Our local Halloween celebrations have been postponed due to Hurricane Sandy. I live in NJ just to the west of NYC and we are EXTREMELY lucky. We have power when millions do not, we didn't have flooding because we are just enough inland and very few limbs fell off our trees. I feel so very fortunate and absolutely heart broken for those who have lost so much. We have vacationed with friends at the shore for the last several years (except this year due to M's arrival) and so many places are destroyed beyond recognition.

I also lived in NYC for many years and its whereI met my Brooklynite husband...and it too has been ravaged by Sandy. The stories of loss, devastation and helplessness have brought me to my knees. If I didn't have Maxwell to care for I would be there doing whatever I could. Instead I am putting my money where my hands can't help.

It's been a week of ups and downs...on one hand every day with M brings me so much joy, punctuated by heartache of what I see Sandy has done and living through another holiday without William & Ethan.
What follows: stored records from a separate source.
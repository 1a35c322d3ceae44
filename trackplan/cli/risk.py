"""``trackplan risk``: probability of buckling per section and season, and what to measure first."""

from __future__ import annotations

from pathlib import Path
from typing import Optional

import typer
from rich.table import Table

from trackplan.cli.common import (JSON_OPTION, UNITS_OPTION, UnitSystem, command, console, emit_json, err_console,
                                  print_caution, progress_enabled)
from trackplan.cli.network import REGISTER_OPTION, SECTIONS_ARG, STRICT_OPTION, read_sections, report_problems

#: Sections listed in the terminal (every section is in the JSON and CSV).
TABLE_ROWS = 40


def _p(v: float) -> str:
    if v == 0:
        return "0"
    return f"{v:.2e}" if v < 1e-3 else f"{v:.4f}"


def print_table(result, system: str) -> None:
    from trackplan import units

    t = Table(title=f"Probability of buckling per season ({result.options.season}, "
                    f"{result.options.samples:,} samples, seed {result.options.seed})", title_justify="left")
    for name, just in (("Section", "left"), ("P/season", "right"), ("± se", "right"), ("Neutral", "right"),
                       ("sd", "right"), ("Buckling rise", "right"), ("Measured", "right"),
                       ("Consol.", "right"), ("First", "left")):
        t.add_column(name, justify=just, no_wrap=True)
    for s in result.sections[:TABLE_ROWS]:
        action, gain = s.first_action
        t.add_row(s.id, _p(s.probability), _p(s.estimate.standard_error),
                  units.fmt(s.neutral_temperature_C, "temperature", system, 0),
                  units.fmt(s.uncertainty.neutral_sd_K, "temperature_difference", system, 0),
                  units.fmt(s.buckling_rise_K, "temperature_difference", system, 0),
                  _p(s.measured.probability), "–" if s.consolidated is None else _p(s.consolidated.probability),
                  "–" if gain <= 0 else ("measure" if action.startswith("measure") else "consol."))
    console.print(t)
    console.print("P/season: probability of at least one buckle per season; Measured / Consol.: the same if the "
                  "neutral temperature were measured now / the ballast consolidated; First: the larger drop.",
                  highlight=False)
    if len(result.sections) > TABLE_ROWS:
        console.print(f"{TABLE_ROWS} of {len(result.sections)} sections shown; every section with --json or --out.",
                      highlight=False)
    err = result.surrogate_max_error_pct
    console.print(f"Network: {result.network_expected_buckles_per_year:.3g} expected buckles per year "
                  f"(± {result.network_standard_error:.2g}). Stand-in of the stability model: "
                  f"{result.surrogate_families} track famil{'y' if result.surrogate_families == 1 else 'ies'}"
                  + ("" if err is None else f", largest error {err:.1f} % on its test points (overstating the "
                                            f"buckling rise by at most {result.surrogate_max_overstatement_pct:.1f} %)")
                  + ".",
                  highlight=False)
    from trackplan.risk_report import COVERAGE

    console.print(f"[dim]{COVERAGE}[/]", highlight=False)


def write_outputs(out: Path, result, sections_file: Path) -> list[Path]:
    """risk_sections.csv and risk_network.png."""
    from trackplan import reports, risk_report, tables

    reports.matplotlib_backend()
    inputs = [sections_file]
    out = reports.prepare_out_dir(out, inputs, planned=["risk_sections.csv", "risk_network.png"])
    return [reports.write_csv(out / "risk_sections.csv", tables.frame(risk_report.rows(result)), inputs),
            reports.save_figure(out / "risk_network.png", risk_report.figure(result), inputs)]


@command("risk")
def risk_cmd(
    sections_file: Path = SECTIONS_ARG,
    samples: int = typer.Option(10_000, "--samples", help="Monte Carlo samples per section and what-if (100..10,000,000)."),
    seed: int = typer.Option(1, "--seed", help="Seed of the random draws: the same seed gives the same result."),
    season: str = typer.Option("summer", "--season", help="summer (May-Sep north, Nov-Mar south), year, or months M1-M2 such as 6-8."),
    out: Optional[Path] = typer.Option(None, "--out", help="Folder for risk_sections.csv and risk_network.png."),
    strict: bool = STRICT_OPTION,
    register: Optional[Path] = REGISTER_OPTION,
    system: UnitSystem = UNITS_OPTION,
    as_json: bool = JSON_OPTION,
) -> None:
    """Probability of buckling per section and season, and what to measure first.

    Monte Carlo over what is uncertain: the neutral temperature (spread by its
    basis, drifting since it was set), peak lateral and longitudinal resistance,
    misalignment, and the rail temperature model's error on the record's daily
    maxima. The buckling rise is that of the loaded track (lower critical rise,
    or the rise at 25 mm for progressive response) from a stand-in of the
    stability model, built once per track family and cached. For each section
    also the probability if the neutral temperature were measured now or the
    ballast consolidated. Spreads: data/risk_inputs.csv, overridable in
    [sections.ID.risk].

    Example: trackplan risk examples/network.toml --samples 20000 --seed 7 --out risk-report
    """
    from trackplan import risk_report
    from trackplan.risk_network import RiskOptions, RiskRunner

    options = RiskOptions(samples=samples, seed=seed, season=season).validate()
    sf = read_sections(sections_file, strict, register)
    runner = RiskRunner(options)
    if progress_enabled() and len(sf.sections) > 3:
        from rich.progress import Progress

        with Progress(console=err_console, transient=True, auto_refresh=False) as bar:
            task = bar.add_task("buckling probability", total=len(sf.sections))
            result = runner.run_all(sf.sections, progress=lambda: (bar.advance(task), bar.refresh()))
    else:
        result = runner.run_all(sf.sections)
    result.problems = sf.problems + result.problems
    if strict and result.problems:
        raise result.problems[0]
    written = write_outputs(out, result, sections_file) if out is not None else []
    if as_json:
        emit_json({**risk_report.result_json(result), "files": [str(p) for p in written]})
    else:
        if result.sections:
            print_table(result, system.value)
        if written:
            console.print(f"Wrote {len(written)} files to {written[0].parent}/", highlight=False)
        print_caution()
    report_problems(result.problems, len(result.sections))
    if result.problems:
        raise typer.Exit(2)
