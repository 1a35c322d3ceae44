"""``trackplan profiles``: the rail profile catalogue."""

from __future__ import annotations

from pathlib import Path
from typing import Optional

import typer
from rich.table import Table

from trackplan import rails, units
from trackplan.cli.common import JSON_OPTION, UNITS_OPTION, UnitSystem, command, console, emit_json


@command("profiles")
def profiles_cmd(
    profiles_file: Optional[Path] = typer.Option(
        None, "--profiles-file", help="TOML file with [profiles.NAME] tables of your own profiles (values with units)."
    ),
    system: UnitSystem = UNITS_OPTION,
    as_json: bool = JSON_OPTION,
) -> None:
    """List the rail profiles trackplan knows, with their section properties and sources.

    Rows marked 'no' in the confirmed column were written from memory and await a
    check against the profile standard.

    Example: trackplan profiles --units us
    """
    extra = rails.load_user_profiles(profiles_file) if profiles_file else None
    rows = rails.profile_rows(extra)
    if as_json:
        emit_json({"profiles": [p.as_json() for p in rows]})
        return
    s = system.value
    table = Table(title="Rail profiles", show_lines=False)
    for col in ("profile", "standard", "area", "mass", "I vertical", "I lateral", "height", "foot", "head", "confirmed"):
        table.add_column(col, justify="left" if col in ("profile", "standard", "confirmed") else "right")
    for p in rows:
        table.add_row(
            p.name,
            p.standard,
            units.fmt(p.area_m2, "area", s, 2),
            units.fmt(p.mass_kg_per_m, "mass_per_length", s, 1),
            units.fmt(p.vertical_inertia_m4, "second_moment", s, 1),
            units.fmt(p.lateral_inertia_m4, "second_moment", s, 1),
            units.fmt(p.height_m, "short_length", s, 1 if s == "si" else 3),
            units.fmt(p.foot_width_m, "short_length", s, 1 if s == "si" else 3),
            units.fmt(p.head_width_m, "short_length", s, 1 if s == "si" else 3),
            "yes" if p.confirmed else "no",
        )
    console.print(table)
    console.print("Sources: see `trackplan profiles --json` (field 'source') or trackplan/data/rails.csv.")
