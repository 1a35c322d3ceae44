"""``trackplan check``: the pre-summer check of every welded section."""

from __future__ import annotations

import datetime as dt
from pathlib import Path
from typing import Optional

import typer
from rich.markup import escape
from rich.table import Table

from trackplan import CAUTION, __version__, units
from trackplan.assessment_tables import network_json
from trackplan.cli.common import (ALLOW_SHORT_OPTION, COLUMN_OPTION, JSON_OPTION, TZ_OPTION, UNITS_OPTION, UnitSystem,
                                  command, console, emit_json, print_caution, wide_console)
from trackplan.cli.network import (DISTRIBUTION_OPTION, PRIORITY_OPTION, REGISTER_OPTION, RETURN_PERIOD_OPTION,
                                   SCHEDULER_OPTION, SECTIONS_ARG, STRICT_OPTION, load_and_assess, network_name, print_data_warnings,
                                   print_network_footer,
                                   report_problems)

_STYLE = {"act": "bold red", "watch": "yellow", "ok": "green"}


def print_checks(results, s: str, wide: bool = False) -> None:
    """The check table (fits 100 columns; --wide adds forces and the target), then
    each section's reasons and action."""
    from trackplan.actions import section_action

    if not results:
        console.print("No section could be checked (see the problems below).", highlight=False)
        return
    tu = units.label(units.display_unit("temperature", s))
    du = units.label(units.display_unit("temperature_difference", s))
    table = Table(title=f"Pre-summer check, worst first (temperatures in {tu}, rises in {du})")
    heads = [("section", "left"), ("verdict", "left"), ("neutral now", "right"), ("design max", "right"),
             ("rise", "right"), ("allowable", "right"), ("margin", "right"), ("design min", "right"),
             (units.header("break gap", "short_length", s), "right")]
    if wide:
        heads += [(units.header("compr. per rail", "force", s), "right"),
                  (units.header("tension per rail", "force", s), "right"), ("target neutral", "right")]
    for h, j in heads:
        table.add_column(h, justify=j, no_wrap=False)
    us = s == "us"
    for a in results:
        c = a.check
        row = [
            a.section.id, f"[{_STYLE[c.verdict]}]{c.verdict}[/]",
            units.number(c.current_neutral_temperature_C, "temperature", s),
            units.number(c.design_max_rail_temperature_C, "temperature", s),
            units.number(c.heat_rise_K, "temperature_difference", s),
            units.number(c.allowable_rise_K, "temperature_difference", s),
            units.number(c.heat_margin_K, "temperature_difference", s),
            units.number(c.design_min_rail_temperature_C, "temperature", s),
            units.number(c.pull_apart_gap_m, "short_length", s, 2 if us else 0),
        ]
        if wide:
            row += [units.number(c.max_compression_force_per_rail_N, "force", s, 1 if us else 0),
                    units.number(-c.max_tension_force_per_rail_N, "force", s, 1 if us else 0),
                    units.number(a.target.target_neutral_temperature_C, "temperature", s)]
        table.add_row(*row)
    (wide_console() if wide else console).print(table)
    for a in results:
        c = a.check
        console.print(f"[{_STYLE[c.verdict]}]{a.section.id} {c.verdict}[/]: " + "; ".join(escape(r) for r in c.reasons_in(s)),
                      highlight=False)
        action = section_action(a)
        if action is not None:
            console.print(f"  [bold]action:[/] {escape(action.text(s))}", highlight=False)
    print_data_warnings(results, s)


def check_settings(return_period, distribution: str, system: str) -> list[tuple[str, str]]:
    """The settings a check was made with, as (name, value) pairs for the output files."""
    return [("return period", "each section's" if return_period is None else f"{return_period:g} years"),
            ("distribution", distribution), ("units", system)]


def envelope_name(section_id: str) -> str:
    """File name of a section's force envelope plot (safe for any id, see :func:`trackplan.reports.safe_name`)."""
    from trackplan.reports import safe_name

    return f"force_envelope_{safe_name(section_id)}.png"


def write_check_outputs(out: Path, results, sections_file: Path, system: str, settings=None) -> list[Path]:
    """CSV of all figures, a PNG force envelope per section, one HTML summary."""
    settings = check_settings(None, "gumbel", system) if settings is None else settings
    from trackplan import reports, tables

    reports.matplotlib_backend()
    inputs = [sections_file] + [a.section.climate_path for a in results]
    out = reports.prepare_out_dir(out, inputs, planned=["check.csv", "check_summary.html"] +
                                  [envelope_name(a.section.id) for a in results])
    written = [reports.write_csv(out / "check.csv", tables.frame(reports.check_rows(results)), inputs,
                                 settings=[("command", "trackplan check"), ("section file", str(sections_file)),
                                           *settings])]
    pngs = {}
    for a in results:
        png = reports.figure_png_bytes(reports.force_envelope_figure(a, system))
        pngs[a.section.id] = png
        written.append(reports.write_atomic(out / envelope_name(a.section.id),
                                            lambda p, b=png: p.write_bytes(b), inputs))
    html = reports.check_html(results, pngs, CAUTION, system=system, network=network_name(sections_file),
                              generated=f"Section file {sections_file.name}; generated {dt.date.today().isoformat()} "
                                        f"by trackplan {__version__} check.",
                              settings="Settings: " + ", ".join(f"{k} {v}" for k, v in settings) + ".")
    written.append(reports.write_text(out / "check_summary.html", html, inputs))
    return written


@command("check")
def check_cmd(
    sections_file: Path = SECTIONS_ARG,
    out: Optional[Path] = typer.Option(None, "--out", help="Folder for check.csv, a force-envelope PNG per section and check_summary.html."),
    return_period: Optional[float] = RETURN_PERIOD_OPTION,
    distribution: str = DISTRIBUTION_OPTION,
    priority: str = PRIORITY_OPTION,
    column: Optional[list[str]] = COLUMN_OPTION,
    tz: Optional[str] = TZ_OPTION,
    allow_short: bool = ALLOW_SHORT_OPTION,
    strict: bool = STRICT_OPTION,
    register: Optional[Path] = REGISTER_OPTION,
    scheduler: Optional[str] = SCHEDULER_OPTION,
    system: UnitSystem = UNITS_OPTION,
    wide: bool = typer.Option(False, "--wide", help="Add the forces per rail and the target neutral temperature to the table."),
    as_json: bool = JSON_OPTION,
) -> None:
    """Pre-summer check: for every section, is its current neutral temperature safe?

    With the current neutral estimate (latest recorded value less the drift
    allowance): the compressive force at the design hot rail temperature and the
    margin to the allowable rise; with the recorded value: tension and the
    pull-apart gap at the design cold temperature. Verdict ok / watch / act with
    reasons, worst first.

    Exit code: 0 when no section needs action, 1 when any section is 'act' (for
    scripts), 2 for bad input (good sections are still reported unless --strict),
    3 for an internal error (a fault to report).

    Example: trackplan check examples/network.toml --out check-report
    """
    from trackplan.check import rank_key

    results, problems, _ = load_and_assess(sections_file, strict, return_period, distribution, register,
                                           priority, column=column, tz=tz, allow_short=allow_short,
                                           scheduler=scheduler)
    results = sorted(results, key=lambda a: rank_key(a.check))
    settings = check_settings(return_period, distribution, system.value)
    written = write_check_outputs(out, results, sections_file, system.value, settings) if out is not None else []
    if as_json:
        emit_json(network_json("check", results, problems, written))
    else:
        print_checks(results, system.value, wide)
        print_network_footer(results, register, written, "check_summary.html")
        print_caution()
    report_problems(problems, len(results))
    if problems:
        raise typer.Exit(2)
    if any(a.check.verdict == "act" for a in results):
        raise typer.Exit(1)
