def parse_period(text: str, where: str = "older_than") -> int:
    """A period ``5y``, ``18m``, ``26w`` or ``90d`` in days (years of 365.25 days, months of 30.44)."""
    s = str(text).strip().lower()
    factors = {"y": 365.25, "m": 30.44, "w": 7.0, "d": 1.0}
    try:
        n = float(s[:-1])
        f = factors[s[-1]]
    except (ValueError, KeyError, IndexError):
        raise InputError(f"cannot read {text!r} as a period; write a number and y, m, w or d, e.g. 5y or 18m",
                         where) from None
    if not (math.isfinite(n) and 0 < n <= 100 * (365.25 / f)):
        raise InputError(f"{text!r} is outside 1 day .. 100 years", where)
    return int(round(n * f))


# --------------------------------------------------------------------------
# The register as the source of a section's neutral history (check, target, screen)
# --------------------------------------------------------------------------


def apply_to_section(section, history: SectionHistory):
    """A copy of ``section`` whose neutral history and events come from the register.

    The earliest effective neutral entry becomes the recorded neutral (value and
    date); each later one a neutral-setting event from its date (``renewed``
    as a renewal, every other kind as a destressing: a measurement replaces
    the value from its date on); ``tamped`` entries become tamping (or ballast
    work) events. The basis is the latest neutral entry's, and
    ``neutral_entry_id`` names that entry. Two neutral entries on one day:
    the later entered one counts.

    Raises
    ------
    InputError
        The register has no neutral temperature for the section.
    """
    import dataclasses

    from trackplan.sections import Event

    neutrals = history.neutral_entries
    if not neutrals:
        raise InputError("the register has no neutral temperature for this section", f"section {section.id}")
    by_day: dict = {}
    for e in neutrals:
        by_day[e.date] = e  # later (date, id) wins on the same day
    neutrals = sorted(by_day.values(), key=_order)
    first, latest = neutrals[0], neutrals[-1]
    events = []
    for e in neutrals[1:]:
        rec = 0
        if e.kind == "renewed":
            rec = section.recovery_days if e.recovery_days is None else e.recovery_days
        events.append(Event(e.date, "renewal" if e.kind == "renewed" else "destress", e.neutral_temperature_C, rec))
    for e in history.effective:
        if e.kind == "tamped" and e.date is not None:
            kind = "ballast-work" if e.method == "ballast-work" else "tamping"
            events.append(Event(e.date, kind, None, section.recovery_days if e.recovery_days is None else e.recovery_days))
    events.sort(key=lambda ev: ev.date)
    risk = dict(section.risk)
    if latest.uncertainty_K is not None and "neutral_sd" not in risk:
        risk["neutral_sd"] = float(latest.uncertainty_K)  # the entry's stated uncertainty (trackplan.risk)
    return dataclasses.replace(
        section, neutral_temperature_C=float(first.neutral_temperature_C), neutral_date=first.date,
        neutral_basis=latest.basis or "unknown", events=tuple(events), neutral_entry_id=latest.id,
        risk=tuple(sorted(risk.items())))


def apply_register(sections, db) -> tuple[list, list[InputError]]:
    """Replace the neutral history of every section by the register's.

    Returns the sections that the register holds and a problem for each one it
    does not (so that no section is silently assessed from its section file).
    """
    reg = open_register(db)
    try:
        hist = reg.histories()
    finally:
        reg.engine.dispose()
    out, problems = [], []
    for s in sections:
        where = f"{s.file.name} [sections.{s.id}]"
        if s.id not in hist:
            problems.append(InputError(f"section not in the register {reg.path} (import the section file first)",
                                       where))
            continue
        try:
            out.append(apply_to_section(s, hist[s.id]))
        except InputError as exc:
            problems.append(InputError(exc.bare_message, where))
    return out, problems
Just after Halloween two years ago I went shopping with my Mom. I was pregnant with my twins and Mom was determined to buy them their first Halloween outfits. There were these adorable jack o' lantern sweatsuits on sale. We picked out a size we thought might fit. Just about a month later they were born and gone and the sweatsuits stuffed in a bin that went straight to the attic.

That bin was pulled out when M was born because it had the very few baby things we kept. I've debated what to do with those pumpkin sweatsuits. When it came down to it I wanted a cute picture of M to share with friends and family. Those sweatsuits were M's size...there was part of me that wanted to keep them in the bin. Then the thought popped in to my head...if my twins had lived M would wear their hand-me-downs. Why not let him wear one of the sweatsuits? After all, it is an unworn hand-me-down. And when it comes down to it, seeing my living son brought me (and my family and friends) more joy than pain.

Seriously...M is one adorable little pumpkin!

Saturday, September 8, 2012

Amazing, Tired, Content

Three words that sum up life with Maxwell. During the wee hours when I am nursing him I think of all the things that I would like to share...but it often disappears into the haze of my exhaustion!

Maxwell is doing fabulous especially for arriving 6 weeks early. He nurses well and I am pushing my way through almost hourly feedings (can you say growth spurt!) an watching in awe as he changes daily.

My 5lb baby has doubled in size in his precious 8 weeks of life. I have started packing away his newborn clothing an remembering how it wasnt that long ago that (mere weeks) that he was swimming in these now snug outfits!

I am grateful that I am on maternity leave and can watch first hand all of his growth. We are currently evaluating the impact of me taking the whole school year off. I am ready panicking about going back...I don't want to miss a second and my brain is complete mush with lack of sleep and I can't imagine teaching in this state! I know it will get better but there will still be times where sleep doesn't happen (growth spurts, teething, illness, etc).

Basically, in spite of the lack of sleep, life feels good! I have the occasional teary moment contemplating what life could have been like with William and Ethan but mostly we are all smiles.